Her concerns are that not only would this force school districts to become focused on pupil accounting rather than children’s education, it would cause traditional districts to continue to rapidly lose more students and, as a result, funding than already has been the trend across the state.
Stead said the bill would allow a parent to send his or her child to one school district for part of the child’s curriculum and then to another district for a completely different part, causing schools to spend a significant amount of time tracking where each pupil goes and accepting credits and charting GPAs from a myriad programs.
Trustee Andy Thomas said Ann Arbor Public Schools is trying to grow its Schools of Choice program to attract new enrollees through the district but has struggled to really meet its goals.
He said he doesn’t think the district has a good understanding of what it needs to do to market to families enrolling their kids in private or charter schools.
Stead said rather than focusing on cuts, she would like administrators to look seriously at program reform and new educational models and methods, such as “flipping” classrooms in certain courses where it made sense.
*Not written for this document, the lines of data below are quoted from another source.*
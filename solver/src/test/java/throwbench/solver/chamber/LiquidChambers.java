package throwbench.solver.chamber;

import java.util.ArrayList;
import java.util.List;
import java.util.OptionalDouble;
import java.util.function.DoubleUnaryOperator;
import org.apache.commons.math3.analysis.integration.gauss.GaussIntegrator;
import org.apache.commons.math3.analysis.integration.gauss.GaussIntegratorFactory;
import throwbench.solver.fluid.Fluid;
import throwbench.solver.fluid.Liquid;
import throwbench.solver.mechanism.Angles;
import throwbench.solver.mechanism.Approach;
import throwbench.solver.mechanism.Linkage;
import throwbench.solver.mechanism.Rotation;
import throwbench.solver.mechanism.Sweep;

/** Liquid chambers for tests, and integrals over their turn by quadrature between the events. */
final class LiquidChambers {

    static final Liquid WATER = new Liquid(998, 2.2e9, 2300);

    private static final double AREA = 0.004;

    private LiquidChambers() {}

    /** A plunger of 120 mm stroke and 40 % clearance between 1.5 and 41 bar. */
    static ChamberDuty duty(Side side, double offset, Fluid fluid) {
        return duty(new Linkage(0.06, 0.3, offset), Rotation.COUNTER_CLOCKWISE, side, 0.4, fluid, ChamberState.WORKING);
    }

    static ChamberDuty duty(
            Linkage linkage, Rotation rotation, Side side, double clearance, Fluid fluid, ChamberState state) {
        double stroke = linkage.stroke();
        return new ChamberDuty(
                linkage,
                rotation,
                new ChamberVolume(side, AREA, stroke, clearance * AREA * stroke),
                fluid,
                new LineConditions(1.5e5, 41e5, OptionalDouble.empty()),
                new ChamberCondition(state, 0, Clearance.NONE),
                30,
                0);
    }

    static PressureCurve solved(Cycle cycle, ChamberDuty duty) {
        CycleOutcome outcome = cycle.solve(duty);
        return outcome.curve().orElseThrow(() -> new AssertionError(outcome.refusal()));
    }

    /** One chamber at one angle: what tests read. */
    record Place(double pressure, double volume, double growth) {}

    /** Reads a curve at an angle; growth is dV/dφ, m³. */
    static Place at(PressureCurve curve, ChamberDuty duty, double angle) {
        return at(curve, duty, angle, Approach.JUST_AFTER);
    }

    static Place at(PressureCurve curve, ChamberDuty duty, double angle, Approach approach) {
        Sweep sweep = Sweep.single(duty.linkage(), duty.rotation());
        sweep.turnTo(angle, approach);
        ChamberSweep chamber = new ChamberSweep(sweep, duty.volume());
        double[] pressure = new double[1];
        curve.fill(chamber, pressure);
        double travelRate = -duty.rotation().sign() * sweep.reach1()[0];
        double area = duty.volume().side() == Side.HEAD
                ? duty.volume().area()
                : -duty.volume().area();
        return new Place(pressure[0], chamber.volume()[0], area * travelRate);
    }

    static double angleOf(PressureCurve curve, ValveEvent.Valve valve, boolean opens) {
        return curve.events().stream()
                .filter(event -> event.valve() == valve && event.opens() == opens)
                .mapToDouble(ValveEvent::crankAngle)
                .findFirst()
                .orElseThrow(() -> new AssertionError("no " + valve + " opens " + opens));
    }

    /** ∮ p dV over the turn, J. */
    static double work(PressureCurve curve, ChamberDuty duty) {
        return integral(breaks(curve, duty), 0, Angles.TURN, angle -> {
            Place place = at(curve, duty, angle);
            return place.pressure() * place.growth();
        });
    }

    /** −∫ dV while the discharge valve is open, or +∫ dV while the suction valve is, m³. */
    static double passed(PressureCurve curve, ChamberDuty duty, ValveEvent.Valve valve) {
        double opens = angleOf(curve, valve, true);
        double shuts = opens + Angles.wrap(angleOf(curve, valve, false) - opens);
        double grown = integral(breaks(curve, duty), opens, shuts, angle -> at(curve, duty, angle)
                .growth());
        return valve == ValveEvent.Valve.SUCTION ? grown : -grown;
    }

    private static List<Double> breaks(PressureCurve curve, ChamberDuty duty) {
        List<Double> breaks = new ArrayList<>();
        for (int turn = 0; turn < 3; turn++) {
            double shift = turn * Angles.TURN;
            breaks.add(shift);
            breaks.add(duty.linkage().crankEndDeadCentre(duty.rotation()) + shift);
            curve.events().forEach(event -> breaks.add(event.crankAngle() + shift));
            for (double joint : curve.joints()) {
                breaks.add(joint + shift);
            }
        }
        breaks.sort(Double::compare);
        return breaks;
    }

    private static double integral(List<Double> breaks, double from, double to, DoubleUnaryOperator f) {
        double sum = 0;
        double left = from;
        for (double end : breaks) {
            double right = Math.min(to, end);
            // two events at one place differ by rounding
            if (right - left > 1e-12) {
                sum += piece(left, right, f);
                left = right;
            }
        }
        return sum;
    }

    private static double piece(double from, double to, DoubleUnaryOperator f) {
        int parts = 6;
        double sum = 0;
        for (int i = 0; i < parts; i++) {
            double step = (to - from) / parts;
            GaussIntegrator rule = new GaussIntegratorFactory().legendre(16, from + i * step, from + (i + 1) * step);
            sum += rule.integrate(f::applyAsDouble);
        }
        return sum;
    }
}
She said this would entail perhaps using something like Khan Academy’s online lectures and have students watch the instruction at home and use class time to engage with teachers and their peers to apply the lessons and to get help in areas where they are struggling.
“If we were to do it in certain content areas, it might be OK to have 50 kids in a class and reduce staff but get better performances from students,” Stead said.
She said elementary schools may not be a great place to reduce any more teaching staff, but a flip classroom — or a lecture-style class, as Trustee Simone Lightfoot suggested — could be possible in the middle or high schools and be a better way to make cuts, rather than the equal FTE reductions across all buildings the district has done in the past.
“Building by building doesn’t look programmatic so much and we can’t take up to $20 million out of our budget without reducing FTEs. We’re about where we can go with fund equity,” Stead said, adding that 85 percent of the district’s budget each year is employees.
Ultimately, new charter schools and, if HB 5923 passes, “any fast food restaurant that happens to be an achievement center,” Mexicotte said, is the district’s competition for students.
“So I feel like we’re stuck between a rock and a rock and a rock and a rock and a hard place,” she said. “It’s the same every single year. And what we have (as a district) is something this community likes more or less just the way it is.”
She said it’s difficult to be in a position where the district needs “shiny and new” to stay afloat financial and to attract students, but yet “so much of what we have been working on we believe have been working and working well.”